I wrote about this in August Agents: Names Matter and it was the right instinct. Now, on the other side of the full journey, I understand why it worked even better than I thought at the time.


Reese. Casey. Nabha. Elliot. Gibbs. Mona. George. Winston. Axel. Lily.

These aren’t product names. They’re teammates.

That distinction (which can sound like fluff the first time you hear it) turned out to be one of the most operationally significant decisions we made.


Here’s the simple version of why it works.

When something is a tool, your relationship to it is passive. You use it or you don’t. You don’t give a shovel feedback. You don’t coach a dashboard. Tools sit in a drawer until someone reaches for them.

With a teammate, your relationship is active.

You onboard them. You give them context. You tell them when they’re missing the mark. You notice when they improve. You advocate for them when someone else doesn’t understand what they do.

When your team has a stake in an agent’s success, they do something invaluable: they give feedback. Quality feedback. The kind that makes agents genuinely better.

We did regular performance reviews with our agents. More frequent right after onboarding or a new capability release (just like a new hire or after a promotion), less frequent as they found their footing. Same discipline as the rest of the team.


George is the clearest example.

Before George, Friday afternoon meant pulling together the week’s work, surfacing the key insights, formatting it, and getting it to the right people. Valuable. Tedious. The first thing that got cut when Friday got busy.

George does it automatically.
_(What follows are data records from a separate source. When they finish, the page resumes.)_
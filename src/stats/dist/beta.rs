//! The regularised incomplete beta function, both tails.

use std::f64::consts::TAU;

use libm::{exp, log};

use super::gamma::{deviance, stirling_error};
use super::{DistributionError, Domain, fisher};

const DOMAIN: Domain = Domain("beta");

/// Terms after which the continued fraction is given up; df of 1e6 need under 2,000.
const MOST_TERMS: usize = 200_000;

/// Stands in for a zero denominator in Lentz's algorithm.
const TINY: f64 = 1e-300;

/// The two tails of a beta distribution at one point.
#[derive(Clone, Copy, Debug, PartialEq)]
pub struct BothTails {
    /// P(X <= x).
    pub lower: f64,
    /// P(X > x).
    pub upper: f64,
}

/// A point of a beta distribution, kept in the pieces that do not lose digits.
#[derive(Clone, Copy, Debug)]
pub(super) struct Point {
    /// First parameter.
    pub a: f64,
    /// Second parameter.
    pub b: f64,
    /// The point.
    pub x: f64,
    /// 1 - x, computed apart.
    pub y: f64,
    /// a y - b x: how far the point lies below the mean, times a + b.
    pub below_mean: f64,
    /// ln x, which stays finite where `x` underflows.
    pub log_x: f64,
    /// ln y, likewise.
    pub log_y: f64,
}

impl Point {
    /// The point with y / x = (b / a) `ratio`; `ratio` is an F statistic, say.
    ///
    /// `less_one` is `ratio` - 1 to full accuracy and `log_ratio` its logarithm,
    /// which serves where the ratio leaves the range of doubles.
    pub fn at_ratio(a: f64, b: f64, ratio: f64, less_one: f64, log_ratio: f64) -> Self {
        let odds = b / a * ratio;
        let log_odds = log(b) - log(a) + log_ratio;
        let x = 1.0 / (1.0 + odds);
        let y = if odds.is_finite() { odds / (1.0 + odds) } else { 1.0 };
        let extreme = 1e100;
        let log_x = if odds > extreme { -log_odds } else { log(x) };
        let log_y = if odds < 1.0 / extreme { log_odds } else { log(y) };
        // a y - b x with y = odds x is b x (ratio - 1), which keeps the digits near the mean.
        let below_mean = if odds > extreme { a } else { b * less_one / (1.0 + odds) };
        Self { a, b, x, y, below_mean, log_x, log_y }
    }

    /// The same point seen from the other side: 1 - X at y.
    pub fn mirrored(self) -> Self {
        Self { a: self.b, b: self.a, x: self.y, y: self.x, below_mean: -self.below_mean, log_x: self.log_y, log_y: self.log_x }
    }

    /// x^a y^b / B(a, b).
    pub fn density_factor(self) -> f64 {
        let Self { a, b, below_mean, .. } = self;
        let sum = a + b;
        let log_sum_over = |part: f64, log_part: f64| log(sum / part) + log_part;
        let exponent = stirling_error(sum)
            - stirling_error(a)
            - stirling_error(b)
            - deviance(a, below_mean, || log_sum_over(a, self.log_x))
            - deviance(b, -below_mean, || log_sum_over(b, self.log_y));
        (a / sum * b / TAU).sqrt() * exp(exponent)
    }

    /// Both tails at the point.
    pub fn both_tails(self) -> Result<BothTails, DistributionError> {
        // The fraction converges fast on the short side of (a + 1) / (a + b + 2). The
        // other tail is then the complement of one that is not near 1.
        if self.x * (self.b + 1.0) <= self.y * (self.a + 1.0) {
            let lower = self.short_tail()?;
            Ok(BothTails { lower, upper: 1.0 - lower })
        } else {
            let upper = self.mirrored().short_tail()?;
            Ok(BothTails { lower: 1.0 - upper, upper })
        }
    }

    fn short_tail(self) -> Result<f64, DistributionError> {
        let factor = self.density_factor();
        if factor == 0.0 {
            return Ok(0.0);
        }
        Ok((factor * self.fraction()?).min(1.0))
    }

    /// I_x(a, b) over the density factor: the continued fraction of DiDonato & Morris
    /// (1992, *ACM Trans. Math. Softw.* 18:360, eq. 9) by Lentz's algorithm.
    ///
    /// Its terms hold the distance below the mean as such, so that nothing cancels
    /// where a is large and x close to 1.
    fn fraction(self) -> Result<f64, DistributionError> {
        let Self { a, b, x, y, below_mean, .. } = self;
        let guarded = |v: f64| if v.abs() < TINY { TINY } else { v };
        let mut value = guarded(a / (a + 1.0) * (below_mean + 1.0));
        let mut c = value;
        let mut d = 0.0;
        for step in 1..=MOST_TERMS {
            let n = step as f64;
            let twice = a + 2.0 * n;
            let shared = n * (b - n) * x / (twice - 1.0);
            let alpha = (a + n - 1.0) * (a + b + n - 1.0) / (twice - 1.0) * x * shared;
            let beta = n + shared + (a + n) / (twice + 1.0) * (below_mean + 1.0 + n * (1.0 + y));
            d = 1.0 / guarded(beta + alpha * d);
            c = guarded(beta + alpha / c);
            let change = d * c;
            value *= change;
            if (change - 1.0).abs() < 2e-16 {
                return Ok(1.0 / value);
            }
        }
        Err(DOMAIN.out_of_reach("the continued fraction did not settle for parameters this large"))
    }
}

/// Both tails of the beta distribution with parameters `a` and `b` at `x`, that
/// is I_x(a, b) and I_(1-x)(b, a).
///
/// Each tail keeps its relative accuracy down to underflow as far as `x` itself
/// determines it.
///
/// # Errors
/// `a` or `b` not finite and above 0; `x` outside 0 to 1.
pub fn both_tails(a: f64, b: f64, x: f64) -> Result<BothTails, DistributionError> {
    DOMAIN.positive("the first parameter", a)?;
    DOMAIN.positive("the second parameter", b)?;
    DOMAIN.not_negative("the point", x)?;
    DOMAIN.not_negative("one minus the point", 1.0 - x)?;
    if x == 0.0 {
        return Ok(BothTails { lower: 0.0, upper: 1.0 });
    }
    if x == 1.0 {
        return Ok(BothTails { lower: 1.0, upper: 0.0 });
    }
    let y = 1.0 - x;
    let point = Point { a, b, x, y, below_mean: a * y - b * x, log_x: log(x), log_y: libm::log1p(-x) };
    point.both_tails()
}

/// The x with P(X <= x) = `p` under the beta distribution with parameters `a` and `b`, by the F distribution's quantile:
/// (1 - X) / X a / b has 2 b and 2 a degrees of freedom.
///
/// # Errors
/// `p` not inside 0 to 1; `a` or `b` not finite and above 0; a quantile nearer to 0 than doubles reach.
///
/// ```
/// // With a = 1 the quantile is 1 - (1 - p)^(1 / b).
/// let x = aforesaid::stats::dist::beta::quantile(0.1, 1.0, 2.0).unwrap();
/// assert!((x - (1.0 - 0.9_f64.sqrt())).abs() < 1e-15);
/// ```
pub fn quantile(p: f64, a: f64, b: f64) -> Result<f64, DistributionError> {
    DOMAIN.probability("the probability", p)?;
    DOMAIN.positive("the first parameter", a)?;
    DOMAIN.positive("the second parameter", b)?;
    let f = fisher::quantile_upper(p, 2.0 * b, 2.0 * a)?;
    let odds = b / a * f;
    if odds.is_finite() { Ok(1.0 / (1.0 + odds)) } else { Err(DOMAIN.out_of_reach("the quantile leaves the range of double precision")) }
}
He looks across everything you have produced, finds the biggest insights, and delivers them without anyone asking.

But here’s what made George good: feedback. Lots of it. Specific feedback from people who saw George as a teammate they were invested in making better.

That feedback loop exists in part because of the naming. Because of the personification. Because of the decision to onboard rather than launch.


There’s a governance benefit too, which we didn’t anticipate.

Naming forces clarity. When Mona graduated from a personal helper to a team-level role, we treated it like a promotion. Clarified scope. Assigned an owner. Eliminated overlap with other agents who’d been doing adjacent things.

Without that discipline, you get what I’ll describe in Part 6: seven agents doing roughly the same thing, disjoint responsibility, things slowly breaking.

Personas force you to think like an org designer, not just a builder. And be very clear, you are building an org.


The question your team will stop asking once agents have names:

“Do we need this?”

The question they’ll start asking:

“How do we help them thrive?”

That’s a completely different organization.

Giving your agents personas isn’t just adoption strategy. It’s how you build a team that includes humans and agents and actually functions like one.

Next: How we knew any of this was working — and what happened when we looked at the data.

Part 2: The Thing Nobody Warns You About

Part 2 of 8 · Becoming Agent-Native

An 8-part series on going from delivery team to agent-native organization — lessons earned, not borrowed.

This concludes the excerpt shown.